Not really mentioned by the media at that time, but still
an issue of great importance, was the school’s ongoing NCAA probation. Athletics Director Bubba Cunningham had made
the following statement in early 2013 when discussing the release of the Martin
report: “There’s no denying that we’ve
got major violations and we’re on probation.
We didn’t go to a bowl game, and we’re under the repeat violator clause
for the next five years.” The
infractions incurred by McDonald and Hairston would clearly appear to be a
violation of the school’s probation.
Once again, where was the NCAA?
*
* *
As December would near its end, an article appeared on
the website bleacherreport.com titled
“Inside Roy Williams’ Most Trying Season.”

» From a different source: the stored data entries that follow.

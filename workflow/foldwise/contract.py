"""The data contract as code: where every artefact lives, what its tables hold, how it is read.

Path templates use Snakemake's ``{wildcard}`` syntax, relative to the
working folder; :func:`fill` turns one into a path. Rules name their outputs
with these templates, :mod:`foldwise.plan` lists every job's outputs from
them, and jobs and the report read artefacts through the readers below --
one reader per artefact, so a check (a grid, a column) is written once.
A subject's pattern set (every run's pattern image and table, sessions and
tasks carried) is read by :func:`foldwise.data.patterns.read_pattern_set`
(tables alone: ``read_pattern_tables``), kept in its own module so that the
steps that never read patterns do not carry it in their code key.
"""

import numpy as np

from foldwise.data.fileio import load_nifti, read_tsv
from foldwise.errors import InputError

__all__ = [
    "RESULTS", "GRID_TOLERANCE_MM", "TEMPLATES", "fill", "cross_directions", "provenance_path", "log_path",
    "ResultPaths", "under_results", "relative_to_results",
    "PATTERN_TABLE_COLUMNS", "SCORE_COLUMNS", "NULL_COLUMNS", "RANKING_COLUMNS", "CONFUSION_COLUMNS", "SUMMARY_COLUMNS",
    "ROI_COUNT_COLUMNS", "GROUP_COLUMNS", "GROUP_NULL_COLUMNS", "SEARCHLIGHT_GROUP_COLUMNS", "SEARCHLIGHT_DIRECTION_COLUMNS",
    "TABLE_COLUMNS", "read_brain_mask", "read_roi_mask", "read_table", "count_label", "parse_count",
]

# The default results folder (study.results_dir). Every template below starts
# with it; a study with another results_dir gets the same paths under its own
# folder through ResultPaths (the study model's ``paths``), never by editing a template.
RESULTS = "results"

# Two grids are one grid when their voxel centres agree to within this many mm:
# NIfTI stores affines as float32, so one grid written twice can differ by float
# rounding (~1e-5 mm at 100 mm from the origin); 1e-3 mm is far above that and
# far below any voxel (common practice, no source).
GRID_TOLERANCE_MM = 1e-3

_PATTERN_STEM = "results/patterns/sub-{subject}/sub-{subject}_{run_id}"
_DECODE_STEM = "results/decoding/{analysis}/sub-{subject}/sub-{subject}_roi-{roi}"
_GROUP_STEM = "results/group/{analysis}/{analysis}"
_SEARCHLIGHT_BLOCK = "results/searchlight/{analysis}/sub-{subject}/sub-{subject}_block-{block}"
_SEARCHLIGHT_SUBJECT = "results/searchlight/{analysis}/sub-{subject}_searchlight"
_SEARCHLIGHT_GROUP = "results/searchlight/{analysis}/{analysis}_searchlight"
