def test_kendall_tau_a_equals_pair_counting_and_spearman_pearson_equal_scipy():
    rng = np.random.default_rng(8)
    data = rng.standard_normal((5, 15))
    data[0, :4] = data[0, 4]  # ties in the data too
    model_set = np.vstack([models.feature_model(LANTERNS, FEATURES, ["shape"]), rng.standard_normal(15)])
    tau = compare.kendall_tau_a(data, model_set)
    rho, r = compare.spearman(data, model_set), compare.pearson(data, model_set)
    for s, m in itertools.product(range(5), range(2)):
        assert tau[s, m] == pytest.approx(_kendall_brute(data[s], model_set[m]), abs=1e-12)  # Source: brute-force counting
        assert rho[s, m] == pytest.approx(stats.spearmanr(data[s], model_set[m])[0], abs=1e-12)  # Source: scipy.stats.spearmanr
        assert r[s, m] == pytest.approx(stats.pearsonr(data[s], model_set[m])[0], abs=1e-12)  # Source: scipy.stats.pearsonr
    # Without ties tau-a equals scipy's tau-b (Source: scipy.stats.kendalltau).
    assert tau[1, 1] == pytest.approx(stats.kendalltau(data[1], model_set[1])[0], abs=1e-12)


@pytest.mark.parametrize("comparison", compare.COMPARISONS)
def test_noise_ceiling_equals_brute_force(comparison):
    rng = np.random.default_rng(9)
    data = rng.standard_normal((4, 10)) + np.linspace(0, 3, 10)
    ceiling = compare.noise_ceiling(data, comparison)
    # Source: Nili et al. 2014, brute force: scale each subject, average (with / without the subject), compare.
    def scaled(row):
        return stats.zscore(row) if comparison == "pearson" else stats.rankdata(row)
    reference = {"pearson": lambda x, y: stats.pearsonr(x, y)[0], "spearman": lambda x, y: stats.spearmanr(x, y)[0],
                 "kendall_tau_a": _kendall_brute}[comparison]
    upper = [reference(data[s], np.mean([scaled(row) for row in data], axis=0)) for s in range(4)]
    lower = [reference(data[s], np.mean([scaled(data[o]) for o in range(4) if o != s], axis=0)) for s in range(4)]
    assert ceiling["upper"] == pytest.approx(np.mean(upper), abs=1e-12)
    assert ceiling["lower"] == pytest.approx(np.mean(lower), abs=1e-12)
    assert ceiling["lower"] <= ceiling["upper"]


# -- group inference -----------------------------------------------------------

def test_sign_flip_exact_enumeration_matches_analytic_count():
    # Fits 1, 2, 4, 8, 16 with signs: every sign vector gives a distinct sum 2 * (positive subset sum) - 31,
    # and positive subset sums run over 0..31 once each, so p = (32 - observed subset sum) / 32 (hand-derived).
    flips, exact = inference.sign_flips(5, 10_000, np.random.default_rng(0))
    assert exact and flips.shape == (32, 5) and np.all(flips[0] == 1)
    magnitudes = 2.0 ** np.arange(5)
    for positive in [(0, 1, 2, 3, 4), (1, 2, 4), (4,), (0, 3)]:
        signs = -np.ones(5)
        signs[list(positive)] = 1
        fits = (signs * magnitudes)[:, None]
        subset_sum = magnitudes[list(positive)].sum()
        assert inference.signflip_test(fits, flips)["p"][0] == pytest.approx((32 - subset_sum) / 32, abs=1e-15)


def test_sign_flip_p_equals_scipy_permutation_test():
    rng = np.random.default_rng(10)
    fits = rng.normal(0.3, 1.0, size=(9, 3))
    flips, exact = inference.sign_flips(9, 10_000, rng)
    ours = inference.signflip_test(fits, flips)["p"]
    for cell in range(3):
        # Source: scipy.stats.permutation_test, one sample, permutation_type="samples" (sign flips), exact.
        reference = stats.permutation_test((fits[:, cell],), np.mean, permutation_type="samples",
                                           alternative="greater", n_resamples=np.inf)
        assert ours[cell] == pytest.approx(reference.pvalue, abs=1e-12)


def test_max_statistic_p_by_brute_force():
    rng = np.random.default_rng(11)
    fits = rng.normal(0.2, 1.0, size=(6, 4)) * [1, 3, 0.5, 1]
    flips, _ = inference.sign_flips(6, 10_000, rng)
    out = inference.signflip_test(fits, flips, families=[0, 0, 1, 1])
    # Source: Nichols & Holmes 2002, brute force over the 64 flips.
    t_all = np.array([[np.mean(f * fits[:, c]) / (np.std(f * fits[:, c], ddof=1) / np.sqrt(6)) for c in range(4)] for f in flips])
    for cell, members in zip(range(4), [[0, 1], [0, 1], [2, 3], [2, 3]]):
        assert out["t"][cell] == pytest.approx(t_all[0, cell], rel=1e-12)
        assert out["p_fwe"][cell] == pytest.approx(np.mean(t_all[:, members].max(axis=1) >= t_all[0, cell] - 1e-9), abs=1e-15)
    assert np.all(out["p_fwe"] >= out["p"])


def test_sign_flip_false_positive_rate_on_null_groups():
    rng = np.random.default_rng(12)
    n_groups, alpha = 2000, 0.05
    correlated = np.linalg.cholesky(0.5 * np.eye(6) + 0.5)
    any_fwe = np.zeros(n_groups, dtype=bool)
    cell_hits = np.zeros(n_groups, dtype=bool)
    for group in range(n_groups):
        fits = rng.standard_t(4, size=(10, 6)) @ correlated.T  # symmetric, heavy-tailed, correlated cells
        flips, _ = inference.sign_flips(10, 200, rng)
        out = inference.signflip_test(fits, flips)
        any_fwe[group] = np.any(out["p_fwe"] <= alpha)
        cell_hits[group] = out["p"][0] <= alpha
    # Source: scipy.stats.binom, 99.9 % two-sided interval of the count of false positives at alpha.
    low, high = stats.binom.ppf([0.0005, 0.9995], n_groups, alpha)
    assert low <= any_fwe.sum() <= high
    assert low <= cell_hits.sum() <= high


def test_sign_flip_two_sided_and_pairwise():
    fits = np.stack([np.ones((6, 2)) * [0.5, 0.1] + np.random.default_rng(13).normal(0, 0.05, (6, 2))], axis=1)
    differences, pairs = inference.pairwise_differences(fits, ["a", "b"])
    assert pairs == [("a", "b")] and differences.shape == (6, 1, 1)
    flips, _ = inference.sign_flips(6, 10_000, np.random.default_rng(0))
    out = inference.signflip_test(-differences[:, :, 0], flips, two_sided=True)
    assert out["p"][0] == pytest.approx(2 / 64)  # all six negative: only the identity and its mirror as extreme (hand count)


# -- searchlight ---------------------------------------------------------------

def test_searchlight_distances_equal_the_roi_estimator_on_each_sphere():
    from foldwise.searchlight.engine import sphere_neighbourhoods
    from foldwise.searchlight import geometry as searchlight_geometry
    rng = np.random.default_rng(14)
    mask = np.ones((6, 6, 5), dtype=bool)
    mask[0, 0, :] = False
    spheres = sphere_neighbourhoods(mask, np.eye(4), 2.0)
    n_voxels = int(mask.sum())
    patterns = rng.standard_normal((4, 4, n_voxels))
    residuals = [rng.standard_normal((20, n_voxels)) for _ in range(4)]
    inverse_variance = noise.fold_noise("univariate", residuals).inverse_variance
    model_set = rng.standard_normal((2, 6))
    fits = searchlight_geometry.sphere_model_fits(patterns, spheres, model_set, "kendall_tau_a", inverse_variance)
    for centre in (0, 37, n_voxels - 1):
        voxels = spheres.indices[centre][spheres.indices[centre] >= 0]
        # Source: the ROI estimator (itself checked against the brute-force loop) on the sphere's voxels.
        roi = distances.crossvalidated_distances(patterns[:, :, voxels], noise.fold_noise("univariate", [r[:, voxels] for r in residuals]))
        np.testing.assert_allclose(searchlight_geometry.sphere_distances(patterns, spheres, inverse_variance)[centre], roi, atol=1e-12)
        np.testing.assert_allclose(fits[centre], compare.kendall_tau_a(roi, model_set)[0], atol=1e-12)


def test_classical_mds_recovers_planar_points():
    rng = np.random.default_rng(15)
    points = rng.standard_normal((6, 2))
    squared = ((points[:, None] - points[None]) ** 2).sum(axis=2)
    coordinates = distances.classical_mds(squared)
    # Source: Torgerson 1952 -- points in the plane are recovered up to rotation, so their distances are exact.
    np.testing.assert_allclose(((coordinates[:, None] - coordinates[None]) ** 2).sum(axis=2), squared, atol=1e-10)


# -- the demo (end to end) -----------------------------------------------------

@pytest.mark.e2e
@pytest.mark.slow
def test_demo_geometry_matches_the_simulators_ground_truth(tmp_path):
    """ember fits shape, glow shape_within_seen (best), hush no model; p_fwe at the config's alpha."""
    import json

    import pandas as pd
    from workflow_support import copy_repository, snakemake

    workdir = copy_repository(tmp_path / "repo")
    target = "results/geometry/lantern_geometry/lantern_geometry_group.tsv"
    # An option first, so the targets are not read as more --config entries.
    snakemake(workdir, "--rerun-incomplete", target, "results/demo/ground_truth.json", config="config/config.yaml")
    table = pd.read_csv(workdir / target, sep="\t")
    truth = json.loads((workdir / "results/demo/ground_truth.json").read_text())["rois"]
    alpha = 0.05
    for roi, expected in truth.items():
        rows = table[table["roi"] == roi].set_index("model")
        best = expected["geometry"]["best_model"]
        # Source: the simulator's ground truth (data/demo.py expected_geometry).
        if best is None:
            assert (rows["p_fwe"] > alpha).all(), rows
        else:
            assert rows.loc[best, "p_fwe"] <= alpha and rows["mean"].idxmax() == best, rows
    assert (workdir / "results/geometry/lantern_geometry/lantern_geometry_fits.png").stat().st_size > 0


def test_univariate_weights_from_sums_equal_fold_noise():
    rng = np.random.default_rng(16)
    _, residuals = _runs(rng, n_scans=9)
    sums = np.stack([np.einsum("ij,ij->j", r, r) for r in residuals])
    # Source: fold_noise("univariate") (itself checked against the brute-force loop above).
    np.testing.assert_allclose(noise.univariate_weights(sums, [9] * 5), noise.fold_noise("univariate", residuals).inverse_variance,
                               rtol=1e-12)


# -- voxel-count sweep ----------------------------------------------------------

def test_sweep_at_every_voxel_equals_the_unselected_estimate():
    rng = np.random.default_rng(18)
    patterns, residuals = _runs(rng, n_scans=8)
    for kind in ("none", "univariate", "multivariate"):
        swept, used = distances.swept_distances(patterns, residuals, kind, [30, "all"])
        reference = distances.crossvalidated_distances(patterns, noise.fold_noise(kind, None if kind == "none" else residuals, 30))
        # Source: the unselected estimator (itself checked against the brute-force loop) -- selection of every voxel changes nothing.
        np.testing.assert_allclose(swept, np.stack([reference, reference]), rtol=1e-10, atol=1e-12)
        assert used.tolist() == [30, 30]


def test_swept_multivariate_equals_brute_force_with_per_fold_voxels():
    rng = np.random.default_rng(19)
    patterns, residuals = _runs(rng, n_scans=12)
    swept, used = distances.swept_distances(patterns, residuals, "multivariate", [7])
    selections = distances.fold_selections(patterns, [7])[0]
    pairs = list(itertools.combinations(range(4), 2))
    expected = np.zeros(len(pairs))
    for k, voxels in enumerate(selections):
        # Source: scikit-learn LedoitWolf of fold k's training residuals on fold k's voxels; loop over training runs and pairs.
        weight = np.linalg.inv(LedoitWolf(assume_centered=True).fit(_training(residuals, k)[:, voxels]).covariance_)
        for p, (i, j) in enumerate(pairs):
            test = patterns[k, i, voxels] - patterns[k, j, voxels]
            train = np.mean([patterns[m, i, voxels] - patterns[m, j, voxels] for m in range(5) if m != k], axis=0)
            expected[p] += train @ weight @ test / 7
    np.testing.assert_allclose(swept[0], expected / 5, rtol=1e-9, atol=1e-12)
    assert used.tolist() == [7]


def test_voxel_choice_never_sees_the_test_run():
    """Leak test: replacing the test run's patterns changes nothing in its own fold's choice of voxels."""
    rng = np.random.default_rng(20)
    patterns, _ = _runs(rng)
    before = distances.fold_selections(patterns, [5, 12])
    for fold in range(patterns.shape[0]):
        changed = patterns.copy()
        changed[fold] = rng.standard_normal(changed[fold].shape) * 10
        after = distances.fold_selections(changed, [5, 12])
        for count in range(2):
            assert np.array_equal(before[count][fold], after[count][fold])
            assert any(not np.array_equal(before[count][other], after[count][other]) for other in range(5) if other != fold)


def test_sweep_stays_unbiased_on_noise():
    rng = np.random.default_rng(21)
    estimates = []
    for _ in range(300):
        patterns = rng.standard_normal((4, 3, 25)) + rng.standard_normal(25) * 2  # a shared response, no condition differs
        residuals = [rng.standard_normal((10, 25)) for _ in range(4)]
        estimates.append(distances.swept_distances(patterns, residuals, "univariate", [5])[0][0])
    estimates = np.array(estimates)
    # Source: unbiasedness -- selecting on the training runs leaves the mean at 0 (within 3.5 standard errors).
    assert np.all(np.abs(estimates.mean(axis=0)) < 3.5 * estimates.std(axis=0, ddof=1) / np.sqrt(len(estimates)))


# -- the jobs (files in, files out) ----------------------------------------------
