def test_ols_betas_t_and_variance_equal_statsmodels_ols():
    # Source: statsmodels.api.OLS (params, tvalues, scale, df_resid), voxel by voxel.
    rng = np.random.default_rng(11)
    confounds = rng.normal(size=(N_SCANS, 3))
    design = _design(_lantern_events(rng), confounds=confounds, names=("trans_x", "trans_y", "rot_z"))
    bold = _data(rng, design, 40)
    fit = fit_ols(design.matrix, bold.astype(np.float32), design.pattern_columns)
    bold32 = bold.astype(np.float32).astype(np.float64)  # the fit sees the float32 values
    for voxel in (0, 7, 23, 39):
        reference = sm.OLS(bold32[:, voxel], design.matrix).fit()
        np.testing.assert_allclose(fit.betas[:, voxel], reference.params, rtol=1e-8, atol=1e-10)
        np.testing.assert_allclose(fit.t_values[:, voxel], reference.tvalues[design.pattern_columns], rtol=1e-8)
        assert fit.residual_variance[voxel] == pytest.approx(reference.scale, rel=1e-8)
        assert fit.dof.tolist() == [int(reference.df_resid)] * 3


@pytest.mark.filterwarnings("ignore::statsmodels.tools.sm_exceptions.SingularMatrixWarning")  # the point of the test
def test_ols_rank_deficient_nuisance_uses_the_rank_for_dof_like_statsmodels():
    # Source: statsmodels OLS solves with the pseudo-inverse and sets df_resid = T - rank.
    rng = np.random.default_rng(12)
    motion = rng.normal(size=(N_SCANS, 1))
    design = _design(_lantern_events(rng), confounds=np.hstack([motion, 2 * motion]), names=("trans_x", "trans_x_copy"))
    bold = _data(rng, design, 5)
    fit = fit_ols(design.matrix, bold, design.pattern_columns)
    reference = sm.OLS(bold[:, 2], design.matrix).fit()
    assert int(reference.df_resid) == N_SCANS - np.linalg.matrix_rank(design.matrix) == fit.dof[0]
    np.testing.assert_allclose(fit.betas[:, 2], reference.params, rtol=1e-8, atol=1e-10)
    np.testing.assert_allclose(fit.t_values[:, 2], reference.tvalues[design.pattern_columns], rtol=1e-8)


def test_non_estimable_pattern_column_is_an_input_error():
    rng = np.random.default_rng(13)
    design = _design(_lantern_events(rng))
    copy = design.matrix[:, [0]]  # a confound equal to the seen_round regressor
    bad = _design(_lantern_events(np.random.default_rng(13)), confounds=copy, names=("copy",))
    with pytest.raises(InputError) as excinfo:
        fit_ols(bad.matrix, np.ones((N_SCANS, 2)), bad.pattern_columns, column_names=bad.names)
    assert "seen_round" in excinfo.value.field


def test_the_ar1_fits_share_one_rule_for_the_noise_coefficients():
    """fit_ar1 and fit_lss take rho as given, or estimate it from rho_design (default: the design) of the same run."""
    rng = np.random.default_rng(15)
    design = _design(_lantern_events(rng), mode="lsa")
    bold = _data(rng, design, 5, rho=0.3)
    blocks, groups = design.pattern_blocks, design.pattern_table["condition"]
    estimated = fit_ar1(design.matrix, bold, design.pattern_columns).rho
    given = np.full(5, 0.25)
    np.testing.assert_array_equal(fit_ar1(design.matrix, bold, design.pattern_columns, rho=given).rho, given)
    np.testing.assert_array_equal(fit_ar1(design.matrix, bold, design.pattern_columns, rho_design=design.matrix).rho, estimated)
    for fit in (lambda short: fit_ar1(design.matrix, bold, design.pattern_columns, rho_design=short),
                lambda short: fit_lss(design.matrix, bold, blocks, groups, noise_model="ar1", rho_design=short)):
        with pytest.raises(InputError) as excinfo:
            fit(design.matrix[:-1])
        assert excinfo.value.field == "rho_design"


def test_voxel_blocks_do_not_change_results(monkeypatch):
    rng = np.random.default_rng(14)
    design = _design(_lantern_events(rng), mode="lsa")
    bold = _data(rng, design, 30, rho=0.3)
    reference = [fit_ols(design.matrix, bold, design.pattern_columns), fit_ar1(design.matrix, bold, design.pattern_columns),
                 fit_lss(design.matrix, bold, design.pattern_blocks, design.pattern_table["condition"], noise_model="ar1")]
    monkeypatch.setattr(glm_module, "CHUNK_VOXELS", 7)
    blocked = [fit_ols(design.matrix, bold, design.pattern_columns), fit_ar1(design.matrix, bold, design.pattern_columns),
               fit_lss(design.matrix, bold, design.pattern_blocks, design.pattern_table["condition"], noise_model="ar1")]
    for first, second in zip(reference, blocked):
        np.testing.assert_allclose(second.betas, first.betas, rtol=1e-10, atol=1e-10)
        np.testing.assert_allclose(second.t_values, first.t_values, rtol=1e-10, atol=1e-10)
        np.testing.assert_allclose(second.residual_variance, first.residual_variance, rtol=1e-10)


def test_non_finite_data_and_bad_shapes_are_input_errors():
    design = _design(_lantern_events(np.random.default_rng(15)))
    bold = np.ones((N_SCANS, 3))
    bold[5, 1] = np.nan
    with pytest.raises(InputError) as excinfo:
        fit_ols(design.matrix, bold)
    assert excinfo.value.field == "bold_2d"
    with pytest.raises(InputError, match="rows"):
        fit_ols(design.matrix, np.ones((N_SCANS - 1, 3)))
    with pytest.raises(InputError) as excinfo:
        fit_ols(design.matrix, np.ones((N_SCANS, 3)), pattern_columns=[99])
    assert excinfo.value.field == "pattern_columns"


# ---------------------------------------------------------------- AR(1)

def test_whitening_equals_statsmodels_glsar_whiten_when_dropping_the_first_scan():
    # Source: statsmodels GLSAR.whiten (order 1) drops the first observation.
    rng = np.random.default_rng(21)
    values = rng.normal(size=(50, 4))
    model = sm.GLSAR(values[:, 0], values, rho=0.37)
    np.testing.assert_allclose(whiten_ar1(values, 0.37, "drop"), model.whiten(values), rtol=1e-13, atol=1e-14)
    kept = whiten_ar1(values, 0.37)
    np.testing.assert_allclose(kept[0], np.sqrt(1 - 0.37 ** 2) * values[0])
    np.testing.assert_array_equal(kept[1:], whiten_ar1(values, 0.37, "drop"))


def test_ar1_fit_with_fixed_rho_equals_statsmodels_glsar_and_exact_gls():
    # Sources: statsmodels GLSAR(rho fixed).fit() (Cochrane-Orcutt: first scan dropped) and
    # statsmodels GLS with the AR(1) correlation sigma_ij = rho^|i-j| (Prais-Winsten is exact GLS).
    rng = np.random.default_rng(22)
    design = _design(_lantern_events(rng))
    bold = _data(rng, design, 6, rho=0.4)
    rho = 0.4
    dropped = fit_ar1(design.matrix, bold, design.pattern_columns, rho=rho, first_scan="drop")
    kept = fit_ar1(design.matrix, bold, design.pattern_columns, rho=rho)
    sigma = toeplitz(rho ** np.arange(N_SCANS))
    for voxel in range(6):
        glsar = sm.GLSAR(bold[:, voxel], design.matrix, rho=rho).fit()
        np.testing.assert_allclose(dropped.betas[:, voxel], glsar.params, rtol=1e-8, atol=1e-10)
        np.testing.assert_allclose(dropped.t_values[:, voxel], glsar.tvalues[design.pattern_columns], rtol=1e-8)
        assert dropped.residual_variance[voxel] == pytest.approx(glsar.scale, rel=1e-8)
        gls = sm.GLS(bold[:, voxel], design.matrix, sigma=sigma).fit()
        np.testing.assert_allclose(kept.betas[:, voxel], gls.params, rtol=1e-8, atol=1e-10)
        np.testing.assert_allclose(kept.t_values[:, voxel], gls.tvalues[design.pattern_columns], rtol=1e-8)
    assert dropped.dof[0] == int(glsar.df_resid) and kept.dof[0] == int(gls.df_resid)


def test_moment_table_equals_monte_carlo_residual_autocorrelation():
    # Simulation with known ground truth: for AR(1) noise of coefficient rho, the ratio of the mean
    # lag-1 residual product to the mean residual square tends to the table's value at rho.
    rng = np.random.default_rng(23)
    design = _design(_lantern_events(rng), confounds=rng.normal(size=(N_SCANS, 4)), names=("a", "b", "c", "d")).matrix
    grid, expected = ar1_moment_table(design)
    residual_forming = np.eye(N_SCANS) - design @ np.linalg.pinv(design)
    for rho in (0.0, 0.5):
        residuals = residual_forming @ _ar1_noise(rng, rho, N_SCANS, 20000)
        lag0 = (residuals ** 2).sum(axis=0).reshape(20, -1).mean(axis=1)
        lag1 = (residuals[1:] * residuals[:-1]).sum(axis=0).reshape(20, -1).mean(axis=1)
        batch_ratios = lag1 / lag0
        standard_error = batch_ratios.std(ddof=1) / np.sqrt(batch_ratios.size)
        table_value = np.interp(rho, grid, expected)
        assert standard_error < 0.003
        assert abs(batch_ratios.mean() - table_value) < 4 * standard_error
    # With white noise the residuals are negatively autocorrelated: the bias the table corrects.
    assert np.interp(0.0, grid, expected) < -0.02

It talked of the effects the various scandals had had on the 63-year-old
coach, with Williams saying, “I never in my life thought I’d have these kind of
things happen. It’s cast a light on our
program that I don’t like, and it’s cast a light on me that I don’t like at
all.”
Scott Williams, the coach’s son, actually had some very telling
comments in the article – some of which could have even been considered Freudian slips. “It’s not that Carolina’s record is
spotless,” the younger Williams said.
“No one’s record is spotless. But
in the past it was much easier to get things taken care of and not have
everything play out in such a public forum.”
*
* *
With 2013 drawing to a close, it had ultimately proven to
be another year of scandals surrounding the athletic/academic infrastructure of
UNC, and another year of the university’s leadership refusing to come clean and
show full transparency. Public records
and documents continued to be withheld from the media, which only prolonged the
likely eventual emergence of more damning information in the future. As it was, the tide would take a major turn
when the calendar rolled over to 2014.
Once relegated to the local North Carolina sports and academic scenes,
the story garnered national attention in a big way as the New Year began.
*
* *
The essential (and unanswered)
questions:
-- Even with a
prodigious amount of new and incriminating evidence that clearly suggested
widespread athletic/academic fraud, why was the scandal at UNC still not a
concern to the NCAA as 2013 came to an end?
-- Did UNC not seek
reinstatement for P.J. Hairston in an attempt to specifically avoid further
scrutiny from the NCAA – scrutiny which might have spilled over to other
players and/or earlier athletic seasons?
-- Considering the fact
that UNC was already on probation following its multiple infractions from
several years earlier, why didn’t the impermissible benefits received by McDonald
and Hairston trigger immediate repercussions from the NCAA?